DLA Piper raised some eyebrows when it said Wednesday it would ask 275 income partners to contribute capital -- up to $150,000 each -- to shore up its balance sheet.
But those who watch the industry said the move should not be a great surprise, nor raise alarm bells. It could simply be smart, given the turbulent economic times, shrinking credit, and the looming start of the first quarter, when cash flow tends to slow.
The move is surprising, but could be interpreted as good management, said Bruce MacEwen, a consultant who pens the Adam Smith Esq. blog.
"This arguably is a very prudent thing to do. I don't read anything negative into it," MacEwen said. "I do read it as unprecedented. ... I would not be alarmist about it."
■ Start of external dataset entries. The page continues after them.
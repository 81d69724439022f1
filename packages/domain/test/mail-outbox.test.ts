import { Membership, Notification, User } from '@earmark/db';
import { useSeededDatabase } from '@earmark/db/testing';
import { describe, expect, it } from 'vitest';
import { buildMailSubscribersOf, qaManagersOf, renderMail, writeToOutbox } from '../src/index.js';

const seeded = useSeededDatabase();

const message = renderMail({ kind: 'outbox-test', subject: `[Earmark] ${'x'.repeat(320)}`, blocks: [{ type: 'paragraph', content: ['<hello>'] }], footer: { reason: 'Test.' }, payload: { n: 1 } });

describe('writeToOutbox', () => {
  it('writes one pending row per enabled recipient, with both parts, and skips disabled and repeated addresses', async () => {
    const em = seeded.orm.em.fork();
    const written = writeToOutbox(em, message, [
      { email: 'a@example.test', disabled: false },
      { email: 'gone@example.test', disabled: true },
      { email: 'A@example.test', disabled: false },
      { email: 'b@example.test', disabled: false },
    ]);
    await em.flush();
    expect(written).toBe(2);
    const rows = await seeded.orm.em.fork().find(Notification, { kind: 'outbox-test' }, { orderBy: { recipient: 'asc' } });
    expect(rows.map((r) => [r.recipient, r.state])).toEqual([['a@example.test', 'pending'], ['b@example.test', 'pending']]);
    expect(rows[0]!.body).toBe(message.text);
    expect(rows[0]!.html).toBe(message.html);
    expect(rows[0]!.html).toContain('&lt;hello&gt;');
    expect(rows[0]!.payload).toEqual({ n: 1 });
    // The column holds 300 characters.
    expect(rows[0]!.subject).toHaveLength(300);
    expect(rows[0]!.subject.endsWith('…')).toBe(true);
  });
});

describe('recipients', () => {
  it('QA managers of the project, without the people excluded', async () => {
    const em = seeded.orm.em.fork();
    expect((await qaManagersOf(em, seeded.fixture.project)).map((u) => u.email)).toEqual(['qa_manager@example.test']);
    expect(await qaManagersOf(em, seeded.fixture.project, [seeded.fixture.users.qa_manager])).toEqual([]);
  });

  it('subscribers are the members with the setting on: engineers and QA managers by default, not viewers', async () => {
    const em = seeded.orm.em.fork();
    expect((await buildMailSubscribersOf(em, seeded.fixture.project)).map((u) => u.email)).toEqual(['engineer@example.test', 'qa_manager@example.test']);
    const viewer = await em.findOneOrFail(Membership, { project: seeded.fixture.project.id, user: seeded.fixture.users.viewer.id });
    viewer.subscribed = true;
    const disabled = em.create(User, { email: 'disabled@example.test', displayName: 'off', passwordHash: 'x', disabled: true });
    em.create(Membership, { project: seeded.fixture.project.id, user: disabled, role: 'engineer', subscribed: true });
    await em.flush();
    const subscribers = await buildMailSubscribersOf(seeded.orm.em.fork(), seeded.fixture.project);
    expect(subscribers.map((u) => u.email)).toEqual(['disabled@example.test', 'engineer@example.test', 'qa_manager@example.test', 'viewer@example.test']);
    // The writer is what leaves the disabled account out.
    expect(writeToOutbox(seeded.orm.em.fork(), message, subscribers)).toBe(3);
  });
});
The National Law Journal, a Recorder affiliate, reported online Wednesday that DLA Piper, the nation's largest law firm by attorney head count, plans to ask U.S. income partners to contribute capital to the firm for the first time starting next year and to reduce monthly payments to some top U.S. equity partners. The firm says it wants to reduce its reliance on bank credit and simplify its compensation structure.
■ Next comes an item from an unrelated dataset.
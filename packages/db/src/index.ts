export * from './entities/index.js';
export * from './config.js';
export * from './orm.js';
The amount of capital that each income partner will be required to contribute will depend on seniority. The plan will give them a limited stake in the firm's profits and less responsibility for losses than current equity partners, said DLA Joint CEO Frank Burch Jr.
The proposed capital and partnership structure changes will be voted on by partners next month, but are likely to be approved and take effect in January, he said.
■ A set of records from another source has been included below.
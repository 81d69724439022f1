import { describe, expect, it } from 'vitest';
import { ConflictError } from '../src/errors.js';
import { assertKeepsAQaManager, assertKeepsAnAdmin } from '../src/rules/last-admin.js';

const admin = { isAdmin: true, disabled: false, email: 'ada@example.test' };

describe('the workspace keeps an active administrator', () => {
  it('refuses to disable or demote the only active administrator, in words', () => {
    expect(() => assertKeepsAnAdmin(admin, { disabled: true }, 1)).toThrow('ada@example.test is the last active administrator; make another person an administrator first.');
    expect(() => assertKeepsAnAdmin(admin, { isAdmin: false }, 1)).toThrow(ConflictError);
  });

  it('allows it when another active administrator remains, and any change that keeps the count', () => {
    expect(() => assertKeepsAnAdmin(admin, { disabled: true }, 2)).not.toThrow();
    expect(() => assertKeepsAnAdmin(admin, { disabled: false, isAdmin: true }, 1)).not.toThrow();
    // A disabled administrator does not count now, so enabling or demoting one changes nothing.
    expect(() => assertKeepsAnAdmin({ ...admin, disabled: true }, { isAdmin: false }, 0)).not.toThrow();
    expect(() => assertKeepsAnAdmin({ ...admin, isAdmin: false }, { disabled: true }, 1)).not.toThrow();
  });
});

describe('a project keeps a QA manager', () => {
  const qa = { role: 'qa_manager', email: 'qa@example.test' };
  it('refuses to demote or remove the last one', () => {
    expect(() => assertKeepsAQaManager(qa, 'engineer', 1, 'alpha-dsp')).toThrow(/qa@example.test is the last QA manager of alpha-dsp/);
    expect(() => assertKeepsAQaManager(qa, null, 1, 'alpha-dsp')).toThrow(ConflictError);
  });
  it('allows it with a second QA manager, or for other roles', () => {
    expect(() => assertKeepsAQaManager(qa, null, 2, 'alpha-dsp')).not.toThrow();
    expect(() => assertKeepsAQaManager(qa, 'qa_manager', 1, 'alpha-dsp')).not.toThrow();
    expect(() => assertKeepsAQaManager({ role: 'engineer', email: 'e@example.test' }, null, 1, 'alpha-dsp')).not.toThrow();
  });
});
"Everybody who is a partner in the firm will have some skin in the game, and as you evolve and progress, you will contribute more capital and have more skin in the game," Burch told The National Law Journal.
DLA declined to comment Thursday for this story when asked for specifics on how the plan would work.
One person in a high leadership position at a California firm, who declined to be named while discussing another firm's internal matters, said the move seems to amount to a pay cut, or a reduction in partner benefits, but does not spell doom.
"I don't view it as an act of desperation," he said. "This is a really good time to be strengthening your balance sheet. This is a plus to the balance sheet, not a plus to the income statement. It will ... improve their working capital position."
Consultant Peter Zeughauser said he was not surprised at the move, and said such arrangements are "not uncommon." He disagreed that it was unprecedented. Managing capital and debt are things "these law firms think about a lot, especially in these economic times," Zeughauser said. He said he did not advise the firm on the matter.
U.S. managing partner J. Terence O'Malley has been quoted as saying he expects most income partners to make the buy-in move. Burch told The NLJ that he thinks equity status will affect the mind-set of those partners.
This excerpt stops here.